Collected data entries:
*** Block opens ***

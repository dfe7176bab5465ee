//! The window: open an image, mark the damage, fill in the background, compare, save.
//!
//! The app owns the document and applies commands in one place (`app.rs`); the canvas names its
//! spaces and keeps one transform (`canvas.rs`); mask edits are undone by tiles (`history.rs`);
//! loading, filling and saving run on named worker threads (`worker.rs`).

mod app;
mod canvas;
mod history;
mod worker;

use std::path::PathBuf;

pub use app::{App, CAUTION, Command, Compare, Document, Tool};
pub use canvas::View;

struct Window(App);

impl eframe::App for Window {
    fn ui(&mut self, ui: &mut egui::Ui, _frame: &mut eframe::Frame) {
        self.0.ui(ui);
    }
}

/// Opens the window, optionally on `file` with its `mask`, and returns when it is closed.
///
/// # Errors
/// When no window can be opened (no display, no OpenGL).
pub fn run(file: Option<PathBuf>, mask: Option<PathBuf>) -> anyhow::Result<()> {
    let options = eframe::NativeOptions {
        viewport: egui::ViewportBuilder::default().with_inner_size([1280.0, 820.0]).with_title("reweave"),
        ..eframe::NativeOptions::default()
    };
    eframe::run_native(
        "reweave",
        options,
        Box::new(move |cc| {
            let app = match file {
                Some(f) => App::with_file(&cc.egui_ctx, f, mask),
                None => App::default(),
            };
            Ok(Box::new(Window(app)))
        }),
    )
    .map_err(|e| {
        anyhow::anyhow!(
            "cannot open a window ({e}); is a display available? The command line works without one: reweave --help"
        )
    })
}
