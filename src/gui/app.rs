//! The window's state and its panels. Panels return a [`Command`]; commands are applied in one
//! place ([`App::run_command`]), so state changes in one place.

use std::path::PathBuf;

use egui::{Color32, Key, Pos2, Rect, Sense, Stroke, Vec2};

use super::canvas::{self, IMAGE_TILE, OVERLAY_TILE, Stretch, Tiles, View};
use super::history::{self, Edit, History};
use super::worker::{Message, Worker};
use crate::fill::{FillParams, FillReport, Start};
use crate::mask::{HoleStats, Mask};
use crate::raster::{self, Raster};

/// The caution shown next to every result.
pub const CAUTION: &str = "Filled pixels are estimates, not measurements.";

/// What the pointer does on the image.
#[derive(Clone, Copy, Debug, PartialEq, Eq)]
pub enum Tool {
    Brush,
    Eraser,
    /// Drag a rectangle to mark.
    Box,
    /// Click a pixel: mark the connected pixels within a tolerance of its value (or all such).
    Pick,
    /// Click vertices; close on the first vertex or with Enter (Escape drops it).
    Polygon,
    /// Guided fill: drag from a hole to where its texture should come from.
    Source,
}

/// What the canvas shows.
#[derive(Clone, Copy, Debug, PartialEq, Eq)]
pub enum Compare {
    /// The repaired image (the original until a fill is done).
    After,
    /// The image as it was read.
    Before,
    /// Before on the left of a draggable divider, after on the right.
    Split,
    /// Before and after alternating on a key (B).
    Blink,
    /// Before and after next to each other, sharing zoom and pan.
    SideBySide,
    /// |after − before| as a heat map.
    Difference,
    /// Each filled pixel's distance to the nearest known pixel: how far the fill reaches from
    /// real data.
    Distance,
}

/// The open image and everything made from it.
pub struct Document {
    pub path: PathBuf,
    pub original: Raster,
    /// The filled planes, once a fill is done.
    pub result: Option<Vec<Vec<f32>>>,
    pub mask: Mask,
    pub holes: HoleStats,
    /// Marked pixels (kept with `holes`, so no frame counts them).
    pub marked: usize,
    pub stretch: Stretch,
    /// The no-data value the file declares, kept off by filled samples, and how many pixels held
    /// it (or NaN) when the file was opened.
    pub nodata: Option<f64>,
    pub nodata_pixels: usize,
    /// Holes left unfilled by the last fill because they were larger than the limit.
    pub skipped: Vec<crate::mask::Hole>,
    /// The mask the result was filled under (the mask may have been edited since).
    pub result_mask: Option<std::sync::Arc<Mask>>,
    /// Distance of every pixel to the nearest known pixel under `result_mask` (computed off the
    /// UI thread after each fill), and its holes deeper than `DEEP_HOLE_PX`.
    pub depth: Option<Depth>,
}
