//! Grain: the noise level measured around each hole and added inside it.

// Source: for white noise of standard deviation σ, the residual f_p − ¼Σ f_q has variance
// (1 + 4/16)σ² (sum of independent variances; common practice), and 1.4826·MAD estimates the
// standard deviation of normal data (the normal-consistency constant, common practice). The 10%
// bound leaves room for the sampling error of a median over ~2000 band samples (≈ 3%).

use reweave::fill::{FillParams, fill};
use reweave::mask::Mask;
use reweave::synth::Rng;

fn noisy(w: usize, h: usize, sigma: f64, seed: u64) -> Vec<f32> {
    let mut rng = Rng::new(seed);
    (0..w * h).map(|i| (100.0 + 0.2 * (i % w) as f64 + sigma * rng.normal()) as f32).collect()
}

#[test]
fn grain_matches_the_noise_around_each_hole_and_is_seeded() {
    let (w, h) = (300, 200);
    // Left half noise σ = 2, right half σ = 8: each hole gets its own surroundings' level.
    let mut image = noisy(w, h, 2.0, 1);
    let right = noisy(w, h, 8.0, 2);
    for i in 0..w * h {
        if i % w >= w / 2 {
            image[i] = right[i];
        }
    }
    let mut mask = Mask::new(w, h);
    reweave::synth::paint_disk(&mut mask, 70.0, 100.0, 40.0);
    reweave::synth::paint_disk(&mut mask, 230.0, 100.0, 40.0);
    let run = |seed| {
        let mut plane = image.clone();
        let params = FillParams { grain: Some(seed), ..FillParams::default() };
        let report = fill(&mut [&mut plane[..]], &mask, &params).expect("fill");
        (plane, report)
    };
    let (plane, report) = run(9);
    let record = report.grain.clone().expect("grain recorded");
    assert_eq!(record.seed, 9);
    // The spread of the filled values around the smooth fill, per hole.
    let mut smooth = image.clone();
    fill(&mut [&mut smooth[..]], &mask, &FillParams::default()).expect("fill");
    for (cx, expected) in [(70.0, 2.0), (230.0, 8.0)] {
        let diffs: Vec<f64> = (0..w * h)
            .filter(|&i| mask.bits()[i] && ((i % w) as f64 - cx).abs() < 45.0)
            .map(|i| f64::from(plane[i] - smooth[i]))
            .collect();
        let sd = (diffs.iter().map(|d| d * d).sum::<f64>() / diffs.len() as f64).sqrt();
        assert!((sd / expected - 1.0).abs() < 0.1, "hole at x={cx}: grain σ {sd:.3}, surroundings {expected}");
    }
    // Known pixels untouched, the same seed the same result, another seed another one.
    for i in 0..w * h {
        if !mask.bits()[i] {
            assert_eq!(plane[i].to_bits(), image[i].to_bits());
        }
    }
    assert_eq!(run(9).0, plane);
    assert_ne!(run(10).0, plane);
    // Off by default.
    let mut plain = image.clone();
    assert!(fill(&mut [&mut plain[..]], &mask, &FillParams::default()).expect("fill").grain.is_none());
    assert_eq!(plain, smooth);
}
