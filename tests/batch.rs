//! `reweave batch`: many files, one bad file does not stop the rest, re-runs skip finished work,
//! and shards split the work exactly.

// Source: the batch requirements of the detection-and-batch issue (common practice for batch tools:
// one failure does not stop the rest, exit 1 lists failures, shard k of N takes every N-th item).
// The repaired dead column value 1007 holds because an affine row is reproduced exactly by the
// 5-point fill (textbook; ORACLES.md §3).

use std::path::Path;
use std::process::{Command, Output};

use reweave::mask::Mask;
use reweave::raster::{self, Layout, Raster, SampleFormat};

fn reweave(args: &[&str]) -> Output {
    Command::new(env!("CARGO_BIN_EXE_reweave")).args(args).output().expect("run reweave")
}

/// 50 small 16-bit frames (two of them corrupt) and a bad-pixel map.
fn archive(dir: &Path) {
    std::fs::create_dir_all(dir.join("in")).unwrap();
    for k in 0..50 {
        let path = dir.join("in").join(format!("frame-{k:03}.png"));
        if k == 17 {
            std::fs::write(&path, b"not a frame").unwrap();
            continue;
        }
        let mut r = Raster::new(24, 20, Layout::Gray, SampleFormat::U16);
        for (i, v) in r.planes[0].iter_mut().enumerate() {
            *v = (1000 + k * 10 + i % 24) as f32;
        }
        raster::save(&r, &path).unwrap();
        if k == 33 {
            let bytes = std::fs::read(&path).unwrap();
            std::fs::write(&path, &bytes[..bytes.len() / 2]).unwrap();
        }
    }
    raster::save_mask(&Mask::from_fn(24, 20, |x, y| x == 7 || (x, y) == (15, 3)), &dir.join("badpix.png")).unwrap();
}

fn listing(dir: &Path) -> Vec<String> {
    let mut v: Vec<String> =
        std::fs::read_dir(dir).unwrap().map(|e| e.unwrap().file_name().to_string_lossy().into_owned()).collect();
    v.sort();
    v
}

#[test]
fn one_bad_file_does_not_stop_the_rest_and_reruns_skip_finished_work() {
    let dir = tempfile::tempdir().unwrap();
    let d = dir.path();
    archive(d);
    let (input, out, mask, reports) = (d.join("in"), d.join("out"), d.join("badpix.png"), d.join("reports"));
    let args = [
        "batch",
        input.to_str().unwrap(),
        "--mask",
        mask.to_str().unwrap(),
        "-o",
        out.to_str().unwrap(),
        "--report-dir",
        reports.to_str().unwrap(),
    ];
    let o = reweave(&args);
    let stdout = String::from_utf8_lossy(&o.stdout);
    assert_eq!(o.status.code(), Some(1), "{stdout}");
    assert_eq!(listing(&out).len(), 48, "48 results");
    assert!(stdout.contains("frame-017.png") && stdout.contains("frame-033.png"), "failures named: {stdout}");
    assert!(stdout.contains("repaired   48"), "{stdout}");
    assert_eq!(listing(&d.join("reports")).len(), 48);
    // Dead column filled from its neighbours: the row ramp is reproduced exactly (affine data).
    let r = raster::load(&out.join("frame-000.png")).unwrap();
    assert_eq!(r.planes[0][7], 1007.0);

    let before: Vec<_> =
        listing(&out).iter().map(|n| std::fs::metadata(out.join(n)).unwrap().modified().unwrap()).collect();
    let mut rerun = args.to_vec();
    rerun.push("--skip-existing");
    let o = reweave(&rerun);
    let stdout = String::from_utf8_lossy(&o.stdout);
    assert!(stdout.contains("skipped    48") && stdout.contains("repaired   0"), "{stdout}");
    let after: Vec<_> =
        listing(&out).iter().map(|n| std::fs::metadata(out.join(n)).unwrap().modified().unwrap()).collect();
    assert_eq!(before, after, "nothing rewritten");
    assert!(!listing(&out).iter().any(|n| n.contains(".tmp")), "no temporary files left");
}

#[test]
fn shards_together_cover_every_file_once() {
    let dir = tempfile::tempdir().unwrap();
    let d = dir.path();
    archive(d);
    let mut all = Vec::new();
    for i in 1..=3 {
        let out = d.join(format!("out-{i}"));
        let shard = format!("{i}/3");
        let o = reweave(&[
            "batch",
            d.join("in").to_str().unwrap(),
            "--mask",
            d.join("badpix.png").to_str().unwrap(),
            "-o",
            out.to_str().unwrap(),
            "--shard",
            &shard,
            "--quiet",
        ]);
        assert!(o.status.code() == Some(0) || o.status.code() == Some(1));
        all.extend(listing(&out));
    }
    all.sort();
    let expected: Vec<String> = (0..50).filter(|k| *k != 17 && *k != 33).map(|k| format!("frame-{k:03}.png")).collect();
    assert_eq!(all, expected, "every good file exactly once across the shards");
}

#[test]
fn bad_shard_is_a_usage_error() {
    let dir = tempfile::tempdir().unwrap();
    let o = reweave(&[
        "batch",
        dir.path().to_str().unwrap(),
        "-o",
        dir.path().join("o").to_str().unwrap(),
        "--shard",
        "4/3",
    ]);
    assert_eq!(o.status.code(), Some(2));
}

#[test]
fn an_interrupted_batch_leaves_complete_outputs_only_and_a_rerun_finishes() {
    // Ctrl-C (SIGINT) part way: every output already in place loads and is complete, no
    // temporary file is left, and `--skip-existing` then does exactly the rest (common practice
    // for batch tools; the interrupt exit code 130 = 128 + SIGINT is the shell convention).
    let dir = tempfile::tempdir().unwrap();
    let (input, out, mask) = (dir.path().join("in"), dir.path().join("out"), dir.path().join("badpix.png"));
    std::fs::create_dir_all(&input).unwrap();
    let (w, h, files) = (384, 384, 150);
    for k in 0..files {
        let mut r = Raster::new(w, h, Layout::Gray, SampleFormat::U16);
        for (i, v) in r.planes[0].iter_mut().enumerate() {
            *v = (1000 + (k * 7 + i % w + i / w) % 3000) as f32;
        }
        raster::save(&r, &input.join(format!("frame-{k:03}.png"))).unwrap();
    }
    raster::save_mask(&Mask::from_fn(w, h, |x, y| x == 100 || (x + 3 * y) % 97 == 0), &mask).unwrap();
    let args = ["batch", input.to_str().unwrap(), "--mask", mask.to_str().unwrap(), "-o", out.to_str().unwrap()];
    let mut child = Command::new(env!("CARGO_BIN_EXE_reweave")).args(args).args(["--jobs", "1"]).spawn().unwrap();
    let started = std::time::Instant::now();
    while listing_or_empty(&out).iter().filter(|n| n.ends_with(".png")).count() < 3 {
        assert!(started.elapsed().as_secs() < 60, "batch made no progress");
        std::thread::sleep(std::time::Duration::from_millis(5));
    }
    let pid = child.id().to_string();
    assert!(Command::new("kill").args(["-INT", &pid]).status().unwrap().success());
    let status = child.wait().unwrap();
    assert_eq!(status.code(), Some(130), "interrupted, not finished: {status:?}");
    let done = listing(&out);
    assert!(!done.iter().any(|n| n.contains(".tmp")), "no temporary file left: {done:?}");
    assert!(done.len() < files, "the batch must still have been running when interrupted ({} done)", done.len());
    for name in &done {
        let r = raster::load(&out.join(name)).unwrap_or_else(|e| panic!("{name} is incomplete: {e}"));
        assert_eq!((r.width, r.height), (w, h));
    }
    let o = reweave(&[&args[..], &["--skip-existing"]].concat());
    let stdout = String::from_utf8_lossy(&o.stdout);
    assert_eq!(o.status.code(), Some(0), "{stdout}");
    assert!(stdout.contains(&format!("skipped    {}", done.len())), "{stdout}");
    assert_eq!(listing(&out).len(), files);
}

fn listing_or_empty(dir: &Path) -> Vec<String> {
    if dir.exists() { listing(dir) } else { Vec::new() }
}

#[test]
fn batch_takes_the_fill_method_and_the_scientific_profile() {
    let dir = tempfile::tempdir().unwrap();
    let d = dir.path();
    archive(d);
    let (input, out, mask, reports) = (d.join("in"), d.join("out"), d.join("badpix.png"), d.join("reports"));
    let base = [
        "batch",
        input.to_str().unwrap(),
        "--mask",
        mask.to_str().unwrap(),
        "-o",
        out.to_str().unwrap(),
        "--report-dir",
        reports.to_str().unwrap(),
    ];
    let mut refused = base.to_vec();
    refused.extend(["--scientific", "--method", "guided"]);
    let o = reweave(&refused);
    assert_eq!(o.status.code(), Some(2), "{}", String::from_utf8_lossy(&o.stderr));
    assert!(String::from_utf8_lossy(&o.stderr).contains("--scientific refuses"));
    assert!(!out.exists(), "nothing written on a usage error");

    let mut args = base.to_vec();
    args.extend(["--scientific", "--method", "biharmonic"]);
    let o = reweave(&args);
    assert_eq!(o.status.code(), Some(1), "two corrupt frames: {}", String::from_utf8_lossy(&o.stdout));
    assert_eq!(listing(&out).len(), 48);
    let json: serde_json::Value =
        serde_json::from_slice(&std::fs::read(reports.join(listing(&reports)[0].clone())).unwrap()).unwrap();
    assert_eq!(json["method"], "biharmonic");
    assert_eq!(json["scientific"], true);
    // Every frame is a ramp along x, which the biharmonic fill reproduces (a polynomial of degree
    // 1; ORACLES.md §4) — away from the image's edge columns, where the natural condition applies.
    let r = raster::load(&out.join("frame-000.png")).unwrap();
    assert_eq!(r.planes[0][7], 1007.0);
}
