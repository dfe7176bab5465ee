//! The biharmonic fill: exact reproduction of discrete-biharmonic data, agreement with a sparse
//! direct solve of the same system, its advantage over the harmonic fill on smooth terrain, and
//! an iteration count that barely grows with the hole.

// Sources: the 13-point stencil 20·u₀ − 8·(axis ±1) + 2·(diagonals) + 1·(axis ±2) is L5∘L5
// (Abramowitz & Stegun 1964, §25.3, from memory); which functions it annihilates is re-checked
// below in exact integer arithmetic. faer 0.24 `SparseColMat::sp_cholesky` is the independent
// direct solver. That a biharmonic fill beats a harmonic one on smooth terrain with wide holes is
// common practice (it reproduces slopes and curvature across the rim; the harmonic fill flattens
// inside the hole).

use faer::Mat;
use faer::Side;
use faer::prelude::Solve;
use faer::sparse::{SparseColMat, Triplet};
use reweave::fill::{FillMethod, FillParams, FillReport, Solver, Start, Structure};
use reweave::mask::Mask;
use reweave::synth::{self, MaskFamily};

fn fill_with(method: FillMethod, mask: &Mask, plane: &mut [f32], tolerance: f64) -> FillReport {
    fill_stored(method, Structure::Auto, mask, plane, tolerance)
}

fn fill_stored(method: FillMethod, structure: Structure, mask: &Mask, plane: &mut [f32], tolerance: f64) -> FillReport {
    let solver = Solver::for_method_with(mask, method, structure).expect("mask leaves known pixels");
    let p = FillParams { method, tolerance, ..FillParams::default() };
    solver.solve(&mut [plane], &p, Start::FullMultigrid, &mut |_| true).expect("fill converges")
}

/// The 13-point stencil applied at an integer point, in exact integer arithmetic.
fn stencil13(f: &dyn Fn(i128, i128) -> i128, x: i128, y: i128) -> i128 {
    20 * f(x, y) - 8 * (f(x - 1, y) + f(x + 1, y) + f(x, y - 1) + f(x, y + 1))
        + 2 * (f(x - 1, y - 1) + f(x + 1, y - 1) + f(x - 1, y + 1) + f(x + 1, y + 1))
        + (f(x - 2, y) + f(x + 2, y) + f(x, y - 2) + f(x, y + 2))
}

type Exact = (&'static str, fn(i128, i128) -> i128, fn(f64, f64) -> f64);

/// Discrete-biharmonic functions (ORACLES.md §4): cubics, x⁴ − y⁴, x⁴ − 3x²y², and
/// discrete-harmonic ones.
const EXACT: [Exact; 6] = [
    (
        "x³ − 2x²y + xy² + 3y³ − x + 2",
        |x, y| x * x * x - 2 * x * x * y + x * y * y + 3 * y * y * y - x + 2,
        |x, y| x * x * x - 2.0 * x * x * y + x * y * y + 3.0 * y * y * y - x + 2.0,
    ),
    ("x²y", |x, y| x * x * y, |x, y| x * x * y),
    ("x⁴ − y⁴", |x, y| x.pow(4) - y.pow(4), |x, y| x.powi(4) - y.powi(4)),
    ("x⁴ − 3x²y²", |x, y| x.pow(4) - 3 * x * x * y * y, |x, y| x.powi(4) - 3.0 * x * x * y * y),
    ("x³ − 3xy²", |x, y| x * x * x - 3 * x * y * y, |x, y| x * x * x - 3.0 * x * y * y),
    ("x² + y² (not harmonic)", |x, y| x * x + y * y, |x, y| x * x + y * y),
];

#[test]
fn the_stencil_annihilates_the_test_functions() {
    for (name, exact, _) in EXACT {
        for (x, y) in [(0, 0), (3, -7), (-11, 5), (40, 40)] {
            assert_eq!(stencil13(&exact, x, y), 0, "{name} at ({x}, {y})");
        }
    }
    // And it is not the zero operator: L5∘L5 (x² + y²)² ≡ 64 (ORACLES.md §4).
    assert_eq!(stencil13(&|x, y| (x * x + y * y).pow(2), 5, -3), 64);
}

*** Block closes ***

● PROBLEM TO WORK ON
Look through the records above for the word "them" and state how many lines contain it, giving the number alone.

● RESULT
2